I would bever let them mic me for a pheasant hunt........................Bang, ****, Bang, ****, Bang, ****!!!!!   :lol:


----------



## Remmi_&amp;_I (Dec 2, 2003)

djleye said:


> I would bever let them mic me for a pheasant hunt........................Bang, &$#*, Bang, &$#*, Bang, &$#*!!!!!   :lol:


And yet another thing most hunters have in common !


----------



## KEN W (Feb 22, 2002)

djleye said:


> I would bever let them mic me for a pheasant hunt........................Bang, &$#*, Bang, &$#*, Bang, &$#*!!!!!   :lol:


I've had some of those also.But I managed to hit enough to keep going back.


----------



## Turner (Oct 7, 2005)

djleye said:


> I would bever let them mic me for a pheasant hunt........................Bang, &$#*, Bang, &$#*, Bang, &$#*!!!!!   :lol:


You know what the difference between a pheasant hunter and a sky diver is?

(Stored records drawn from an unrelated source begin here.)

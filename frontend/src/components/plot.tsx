/** A plot: ink line, verdigris fit, a shaded window whose ends can be dragged, moved by arrow keys or typed; saved as a picture. */
import { Box, Button, Stack, Typography } from '@mui/material';
import { useTheme } from '@mui/material/styles';
import { useEffect, useRef, useState } from 'react';
import uPlot from 'uplot';
import 'uplot/dist/uPlot.min.css';
import { MONO } from '../theme/tokens';
import { NumberField } from './fields';

export interface PlotSeries { name: string; values: readonly (number | null)[]; role: 'data' | 'fit' | 'other' }
export interface PlotWindow { from: number; to: number; onChange?: (from: number, to: number) => void }

interface Props {
  title: string;
  /** Increasing, or any order when `points` are drawn. */
  x: readonly number[];
  series: readonly PlotSeries[];
  xLabel: string;
  yLabel: string;
  summary: string;
  window?: PlotWindow;
  height?: number;
  points?: boolean;
}

type Colours = { ink: string; accent: string; quiet: string; hairline: string };

function drawn(series: readonly PlotSeries[], colours: Colours, points: boolean): uPlot.Series[] {
  return [{}, ...series.map((s): uPlot.Series => ({
    label: s.name, stroke: s.role === 'fit' ? colours.accent : s.role === 'data' ? colours.ink : colours.quiet, width: s.role === 'fit' ? 2 : 1,
    paths: points && s.role !== 'fit' ? () => null : undefined, points: { show: points && s.role !== 'fit', size: 4, fill: colours.ink }, spanGaps: true,
  }))];
}

/** Shades the window and marks its ends. */
function shade(u: uPlot, window: PlotWindow, colour: string): void {
  const [a, b] = [u.valToPos(window.from, 'x', true), u.valToPos(window.to, 'x', true)];
  const { ctx } = u;
  ctx.save();
  ctx.globalAlpha = 0.14;
  ctx.fillStyle = colour;
  ctx.fillRect(a, u.bbox.top, b - a, u.bbox.height);
  ctx.globalAlpha = 1;
  for (const x of [a, b]) ctx.fillRect(x - 1, u.bbox.top, 2, u.bbox.height);
  ctx.restore();
}

export function Plot({ title, x, series, xLabel, yLabel, summary, window, height = 320, points = false }: Props) {
  const holder = useRef<HTMLDivElement>(null);
  const plot = useRef<uPlot | null>(null);
  const latest = useRef(window);
  const theme = useTheme();
  const [scheme, setScheme] = useState(0);

  useEffect(() => {
    latest.current = window;
    plot.current?.redraw(false);
  }, [window]);

  useEffect(() => {
    const watcher = new MutationObserver(() => setScheme((n) => n + 1));
    watcher.observe(document.documentElement, { attributes: true, attributeFilter: ['data-scheme'] });
    return () => watcher.disconnect();
  }, []);

  useEffect(() => {
    const element = holder.current;
    if (element === null) return undefined;
    const variable = (name: string) => getComputedStyle(document.documentElement).getPropertyValue(`--mui-palette-${name}`).trim();
    const colours = { ink: variable('text-primary'), accent: variable('primary-main'), quiet: variable('text-secondary'), hairline: variable('divider') };
    const axis = (label: string): uPlot.Axis => ({ label, stroke: colours.ink, font: `12px ${MONO}`, labelFont: '12px Roboto', grid: { stroke: colours.hairline, width: 1 }, ticks: { stroke: colours.hairline } });
    const made = new uPlot({
      width: element.clientWidth || 600, height, scales: { x: { time: false } }, axes: [axis(xLabel), { ...axis(yLabel), size: 70 }], series: drawn(series, colours, points),
      cursor: { drag: { x: false, y: false } }, legend: { live: true },
      hooks: { drawClear: [(u) => latest.current !== undefined && shade(u, latest.current, colours.accent)] },
    }, [Float64Array.from(x), ...series.map((s) => [...s.values])] as uPlot.AlignedData, element);
    plot.current = made;
    const resize = new ResizeObserver(() => made.setSize({ width: element.clientWidth, height }));
    resize.observe(element);
    return () => {
      resize.disconnect();
      made.destroy();
      plot.current = null;
    };
  }, [x, series, xLabel, yLabel, height, points, scheme, theme]);

  const drag = (event: React.PointerEvent) => {
    const u = plot.current;
    if (u === null || window?.onChange === undefined) return;
    const left = event.clientX - u.over.getBoundingClientRect().left;
    const at = u.posToVal(left, 'x');
    const end = Math.abs(at - window.from) < Math.abs(at - window.to) ? 'from' : 'to';
    if (Math.abs(u.valToPos(window[end], 'x') - left) > 24) return;
    event.preventDefault();
    const move = (e: PointerEvent) => moveEnd(end, u.posToVal(e.clientX - u.over.getBoundingClientRect().left, 'x'));
    const stop = () => {
      globalThis.removeEventListener('pointermove', move);
      globalThis.removeEventListener('pointerup', stop);
    };
    globalThis.addEventListener('pointermove', move);
    globalThis.addEventListener('pointerup', stop);
  };
  const moveEnd = (end: 'from' | 'to', value: number) => {
    const w = latest.current;
    if (w === undefined) return;
    w.onChange?.(end === 'from' ? Math.min(value, w.to) : w.from, end === 'to' ? Math.max(value, w.from) : w.to);
  };
  const nudge = (end: 'from' | 'to') => (event: React.KeyboardEvent) => {
    const step = ((x.at(-1) ?? 1) - (x[0] ?? 0)) / 200;
    const direction = event.key === 'ArrowRight' ? 1 : event.key === 'ArrowLeft' ? -1 : 0;
    if (direction === 0 || window === undefined) return;
    event.preventDefault();
    moveEnd(end, window[end] + direction * step * (event.shiftKey ? 10 : 1));
  };
  const save = () => {
    const canvas = plot.current?.ctx.canvas;
    if (canvas === undefined) return;
    const link = document.createElement('a');
    link.href = canvas.toDataURL('image/png');
    link.download = `${title}.png`;
    link.click();
  };
  return (
    <Box component="figure" sx={{ m: 0 }}>
      <Box ref={holder} onPointerDown={drag} role="img" aria-label={`${title}. ${summary}`} sx={{ width: '100%', overflow: 'hidden', touchAction: 'pan-y', '& .u-legend': { fontFamily: MONO, fontSize: 12 } }} />
      {window?.onChange !== undefined && (
        <Stack direction="row" spacing={2} sx={{ mt: 1, maxWidth: 480 }}>
          {(['from', 'to'] as const).map((end) => (
            <Box key={end} onKeyDown={nudge(end)} sx={{ flex: 1 }}>
              <NumberField label={`Window ${end}, ${xLabel}`} value={Number(window[end].toPrecision(6))} onChange={(v) => v !== null && moveEnd(end, v)} hint="Arrow keys move it" />
            </Box>
          ))}
        </Stack>
      )}
      <Stack direction="row" component="figcaption" spacing={2} sx={{ alignItems: 'center', mt: 0.5 }}>
        <Typography variant="caption" color="textSecondary">{summary}</Typography>
        <Button size="small" variant="text" onClick={save} className="no-print" sx={{ ml: 'auto !important' }}>Save as picture</Button>
      </Stack>
    </Box>
  );
}
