import { randomUUID } from 'node:crypto';
import { afterAll, beforeAll, describe, expect, it } from 'vitest';
import * as tentRoute from '@/app/api/v1/gardens/[gardenId]/tents/[tentId]/route';
import * as tentsRoute from '@/app/api/v1/gardens/[gardenId]/tents/route';
import { closePools } from '@/lib/db/client';
import { getEvaluatedScenario } from '@/lib/scenarios/evaluation.service';
import { createScenario, listScenarios } from '@/lib/scenarios/scenario.service';
import { createTent, deleteTent, getTent, listTents, updateTent } from '@/lib/tents/tent.service';
import { callRoute } from '../../support/call-route';
import { actorOf } from '../../support/people';
import { newPlannedGarden, type PlannedGarden } from '../../support/planned-garden';

let garden: PlannedGarden;
let other: PlannedGarden;
const as = (role: 'planner' | 'tender' | 'viewer') => actorOf(garden.people[role], garden.gardenId, role);
const body = { widthM: 1.2, depthM: 0.6, heightM: 1.8 };
const input = () => ({ roomId: garden.roomId, name: 'Tent', body, tierCount: 2 });

beforeAll(async () => {
  garden = await newPlannedGarden('Tents');
  other = await newPlannedGarden('Elsewhere');
}, 60_000);
afterAll(closePools);

describe('a tent', () => {
  it('is made with a first scenario in use that can be evaluated at once', async () => {
    const tent = await createTent(as('planner'), { ...input(), tierCount: 3 });
    const scenarios = await listScenarios(as('viewer'), tent.tentId);
    expect(scenarios).toHaveLength(1);
    expect(tent.currentScenarioId).toBe(scenarios[0]!.scenarioId);
    expect(scenarios[0]!.plan.tiers.map((tier) => tier.name)).toEqual(['Lower', 'Middle', 'Upper']);
    const { evaluation } = await getEvaluatedScenario(as('viewer'), scenarios[0]!.scenarioId);
    expect(evaluation.tiers.map((tier) => tier.dliMolM2D.mean)).toEqual([0, 0, 0]);
    expect(evaluation.year.energyKwh.light).toBe(0);
  });

  it('is changed by owners and planners alone', async () => {
    const { tentId } = await createTent(garden.owner, input());
    for (const role of ['tender', 'viewer'] as const) {
      expect(await getTent(as(role), tentId)).toMatchObject({ name: 'Tent' });
      await expect(createTent(as(role), input())).rejects.toMatchObject({ status: 403 });
      await expect(updateTent(as(role), tentId, { version: 1, name: 'x' })).rejects.toMatchObject({ status: 403 });
      await expect(deleteTent(as(role), tentId)).rejects.toMatchObject({ status: 403 });
    }
    expect(await updateTent(as('planner'), tentId, { version: 1, name: 'Left' })).toMatchObject({ version: 2 });
  });

  it('answers a clash of two edits with the row as it stands', async () => {
    const { tentId } = await createTent(garden.owner, input());
    const first = await updateTent(garden.owner, tentId, { version: 1, body: { ...body, leakageAch: 1 } });
    await expect(
      updateTent(garden.owner, tentId, { version: 1, body: { ...body, leakageAch: 2 } }),
    ).rejects.toMatchObject({ status: 409, current: first });
  });

  it('is not made smaller than what stands in it; the refusal names the tier and the scenario', async () => {
    const tent = await createTent(garden.owner, input());
    await expect(
      updateTent(garden.owner, tent.tentId, { version: 1, body: { ...body, heightM: 0.5 } }),
    ).rejects.toMatchObject({
      status: 422,
      problems: [{ path: 'body', message: expect.stringMatching(/Upper of “First layout” would not fit/) }],
    });
    expect(await getTent(garden.owner, tent.tentId)).toEqual(tent);
    expect(await updateTent(garden.owner, tent.tentId, { version: 1, body: { ...body, heightM: 1.6 } })).toMatchObject({
      body: { heightM: 1.6 },
    });
  });

  it('is not made smaller around a scenario that somebody adds at the same moment', async () => {
    for (let round = 0; round < 8; round += 1) {
      const tent = await createTent(garden.owner, { ...input(), tierCount: 1 });
      const [first] = await listScenarios(garden.owner, tent.tentId);
      const high = { ...first!.plan, tiers: [{ ...first!.plan.tiers[0]!, topHeightM: 1.5 }] };
      const [shrunk, added] = await Promise.allSettled([
        updateTent(garden.owner, tent.tentId, { version: 1, body: { ...body, heightM: 1 } }),
        createScenario(garden.owner, tent.tentId, { name: 'High', note: '', plan: high }),
      ]);
      expect([shrunk.status, added.status].sort()).toEqual(['fulfilled', 'rejected']);
    }
  });

  it('takes only a scenario of its own into use', async () => {
    const tent = await createTent(garden.owner, input());
    const second = await createScenario(garden.owner, tent.tentId, { name: 'Second', note: '' });
    expect(
      await updateTent(garden.owner, tent.tentId, { version: 1, currentScenarioId: second.scenarioId }),
    ).toMatchObject({ currentScenarioId: second.scenarioId });
    for (const currentScenarioId of [garden.scenarioId, other.scenarioId, randomUUID()])
      await expect(updateTent(garden.owner, tent.tentId, { version: 2, currentScenarioId })).rejects.toMatchObject({
        status: 422,
        problems: [{ path: 'currentScenarioId' }],
      });
  });

  it('is deleted with its scenarios', async () => {
    const tent = await createTent(garden.owner, input());
    await deleteTent(garden.owner, tent.tentId);
    await expect(listScenarios(garden.owner, tent.tentId)).rejects.toMatchObject({ status: 404 });
    await expect(getEvaluatedScenario(garden.owner, tent.currentScenarioId!)).rejects.toMatchObject({ status: 404 });
  });

  it('is made once when sent eight times at once with one id, with one scenario', async () => {
    const tentId = randomUUID();
    await Promise.all(Array.from({ length: 8 }, () => createTent(garden.owner, { ...input(), tentId })));
    expect((await listTents(garden.owner)).filter((tent) => tent.tentId === tentId)).toHaveLength(1);
    expect(await listScenarios(garden.owner, tentId)).toHaveLength(1);
    await expect(createTent(garden.owner, { ...input(), tentId, name: 'Other' })).rejects.toMatchObject({
      status: 422,
    });
  });
});

describe('the routes of tents', () => {
  it('find no tent of another garden, and do not say that it is there', async () => {
    const answers = await Promise.all(
      [garden.tentId, randomUUID()].map(async (tentId) => {
        const params = { gardenId: other.gardenId, tentId };
        const got = await callRoute(tentRoute.GET, { as: other.people.owner, params });
        const patched = await callRoute(tentRoute.PATCH, {
          as: other.people.owner,
          params,
          body: { version: 1, name: 'Taken' },
        });
        return `${got.status} ${await got.text()} ${patched.status} ${await patched.text()}`;
      }),
    );
    expect(answers[0]).toBe(answers[1]);
    expect(answers[0]).toMatch(/^404 /);
    expect(await getTent(garden.owner, garden.tentId)).toMatchObject({ name: 'Tent' });
  });

  it('put no tent into a room of another garden', async () => {
    const response = await callRoute(tentsRoute.POST, {
      as: garden.people.owner,
      params: { gardenId: garden.gardenId },
      body: { ...input(), roomId: other.roomId },
    });
    expect(response.status).toBe(404);
  });

  it.each([
    [{ body: { ...body, widthM: 0 } }, 'body.widthM', '0.1 to 20', 'm'],
    [{ body: { ...body, heightM: '2' } }, 'body.heightM', '0.1 to 20', 'm'],
    [{ body: { ...body, liningReflectanceFrac: 1.2 } }, 'body.liningReflectanceFrac', '0 to 0.99', 'of 1'],
    [{ tierCount: 9 }, 'tierCount', '1 to 8', 'tiers'],
    [{ tierCount: 1.5 }, 'tierCount', '1 to 8', 'tiers'],
  ])('refuse %j at its path with range and unit', async (part, path, range, unit) => {
    const before = await listTents(garden.owner);
    const response = await callRoute(tentsRoute.POST, {
      as: garden.people.planner,
      params: { gardenId: garden.gardenId },
      body: { ...input(), ...part },
    });
    expect(response.status).toBe(422);
    expect(await response.json()).toMatchObject({ problems: [{ path, range, unit }] });
    expect(await listTents(garden.owner)).toEqual(before);
  });
});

A pheasant hunter goes bang, #$#%

scroll down

a sky diver goes $%^#, bang


----------



## hunt4P&amp;Y (Sep 23, 2004)

Last week was a great week. 
SUnday 4 man limit of cocks,
Monday..... School work
tuesday 100 snows, 25 mallards, 
Wednesday 100 snows, 25 mallards Got my 3 cocks in the slough in the field we were set up in about 10yards by 50 yards! 
Thursday Turkey day!!! FOOD!
Friday 4 man limit of cocks! My dad and I my buddy and his dad! Great time!
Saturday DOGS + rest needed
Sunday 4 man cock limit, and 15 mallards

It was a fun week. They tasted really good on Thanksgiving!

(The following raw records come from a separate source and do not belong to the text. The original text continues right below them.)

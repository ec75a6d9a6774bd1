import type { ReactNode } from 'react';
import { TextLink } from '@/app/_components/link';
import { PageFoot } from '@/app/_components/page-foot';

interface StrangerFrameProps {
  headline: string;
  lead: string;
  children: ReactNode;
}

/** A page of words for whoever is not signed in. */
export function StrangerFrame({ headline, lead, children }: StrangerFrameProps) {
  return (
    <div className="mx-auto min-h-dvh max-w-360 px-18 max-lg:px-8 max-md:px-4">
      <header className="flex min-h-17 items-center justify-between border-b border-line">
        <TextLink href="/" look="plain" className="inline-flex min-h-6 touch-44 items-center text-17 font-semibold">
          Cellarsun
        </TextLink>
        <TextLink href="/sign-in" look="opens" className="inline-flex min-h-6 touch-44 items-center text-14">
          Sign in
        </TextLink>
      </header>
      <main id="main" tabIndex={-1} className="pb-16 outline-none">
        <h1 className="max-w-[46rem] pt-7 text-34 font-light text-pretty max-md:pt-5 max-md:text-30">{headline}</h1>
        <p className="max-w-[56rem] pt-2 text-17 max-md:text-14">{lead}</p>
        {children}
      </main>
      <PageFoot />
    </div>
  );
}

Rick I look forward to watching your hunt. WDAY was went hunting with us for waterfowl this year. I picked out a sweet field and the kid that was there contact person also picked a field he wanted to go to his I wanted to go to mine, so I told him fine take them to yours I am going to mine. They all went to there's shot one bird. I along with a buddy limited out in an hour on honkers and mallards. :lol:

I hate it when Im right!


----------



## Rick Acker (Sep 26, 2002)

hunt4P&Y said:


> Last week was a great week.
> SUnday 4 man limit of cocks,
> Monday..... School work
> tuesday 100 snows, 25 mallards,
> ...


Damn, I got start hunting with you! I think it's on the 10 o'clock new tonight (THURSDAY) (during or near sports)...I'll have to watch it on line since I'm stuck with WDAZ!


----------



## kgpcr (Sep 2, 2006)

My word what would you do with 200 sky carp?? fun to shoot but i would not want to clean or eat one of them. I would like a few mallards maybe to put on the grill but man i would not want all those flying livers. The pheasants on teh other hand are a real prize! Easy to clean and great eating. I would not shoot 200 snows unless i owned a bobcat to burry them. To big of a hole to dig. thats why i dont hunt waterfowl anymore.


----------



## hunt4P&amp;Y (Sep 23, 2004)

I do own a bobcat :lol:

But we cleaned them. They took about 3 hours. And about a full dumpster of parts. We make jerky it is actaully good. It just takes a while to do it all. A good off season project!

I will have to watch the news tonight!


----------



## hunt4P&amp;Y (Sep 23, 2004)

Coming up next Rick Acker, missing pheasants!!! Haha it's coming up next!


----------



## hunt4P&amp;Y (Sep 23, 2004)

Great story Rick! Looks like a great time. Did the camera man have a tough time getting through the cattails and still getting footage?


----------



## NDMALLARD (Mar 9, 2002)

is there is link to the TV clip about Rick hunting Pheasants? Please post.


----------



## Rick Acker (Sep 26, 2002)

I still haven't seen it and couldn't find it on WDAY web site, supposedly they are going to get me a mpeg of it and yes, I did Swing and a Miss my first two shots. :beer:


----------